Records from a collection
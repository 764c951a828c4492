#include "lampwright/core/format.hpp"

#include <fmt/format.h>

#include <cmath>

namespace lampwright {

std::string format_fixed(double v, int decimals, const char* missing) {
    if (!std::isfinite(v)) return missing;
    return fmt::format("{:.{}f}", v, decimals);
}

std::string csv_line(const std::vector<std::string>& cells) {
    std::string out;
    for (std::size_t i = 0; i < cells.size(); ++i) {
        if (i) out += ',';
        const auto& c = cells[i];
        if (c.find_first_of(",\"\n") != std::string::npos) {
            out += '"';
            for (char ch : c) {
                if (ch == '"') out += '"';
                out += ch;
            }
            out += '"';
        } else {
            out += c;
        }
    }
    return out;
}

nlohmann::ordered_json number_or_null(double v) { return std::isfinite(v) ? nlohmann::ordered_json(v) : nlohmann::ordered_json(nullptr); }

}  // namespace lampwright
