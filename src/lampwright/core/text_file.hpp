#pragma once
// Reading a whole input file, with an error that names it.
#include <string>

namespace lampwright {

// The whole content of a file; InputError when it is a folder, missing or unreadable.
std::string read_text_file(const std::string& path);

}  // namespace lampwright
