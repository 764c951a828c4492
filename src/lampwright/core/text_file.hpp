#pragma once
// Reading a whole input file, with an error that names it.
#include <cstdint>
#include <string>

namespace lampwright {

// The largest file read_text_file accepts. A 10,000-spectrum lot at 1 nm, 380-780 nm, as CSV is
// about 40 MB, so 512 MiB is far above any real input; the limit keeps a wrong argument (a disk
// image, a log) from using up the memory.
inline constexpr std::uint64_t kMaxTextFileBytes = std::uint64_t{512} << 20;

// The whole content of a regular file; InputError when it is a folder, a FIFO, a socket or a
// device (which could block or never end), larger than kMaxTextFileBytes, missing or unreadable.
std::string read_text_file(const std::string& path);

}  // namespace lampwright
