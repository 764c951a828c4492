#pragma once
// What a scanning spectroradiometer records: the true spectrum seen through its slit function.
// A triangular slit function whose FWHM equals the bandwidth is the usual model (CIE 214:2014,
// from memory); the CIE FL1-FL12 tables behave so (a 435.8 nm line appears as 0.84 at 435 nm
// and 0.16 at 440 nm, i.e. a 5 nm triangle).
#include "lampwright/core/spectrum.hpp"

#include <vector>

namespace lampwright {

// The 1 nm spectrum convolved with a unit-area triangle of FWHM `bandwidth_nm` (a whole number
// of nm, >= 1; 1 returns the spectrum unchanged). Values beyond the data count as zero.
Spectrum triangular_bandpass(const Spectrum& s, int bandwidth_nm);

// Values at the given integer wavelengths (zero outside the data): what a table on that grid holds.
std::vector<double> values_at(const Spectrum& s, const std::vector<int>& nm);

}  // namespace lampwright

▶ **Problem**
Which lines in the entries above contain "data"? Pull each of them out.

▶ **Task solution**
// of nm, >= 1; 1 returns the spectrum unchanged). Values beyond the data count as zero.
// Values at the given integer wavelengths (zero outside the data): what a table on that grid holds.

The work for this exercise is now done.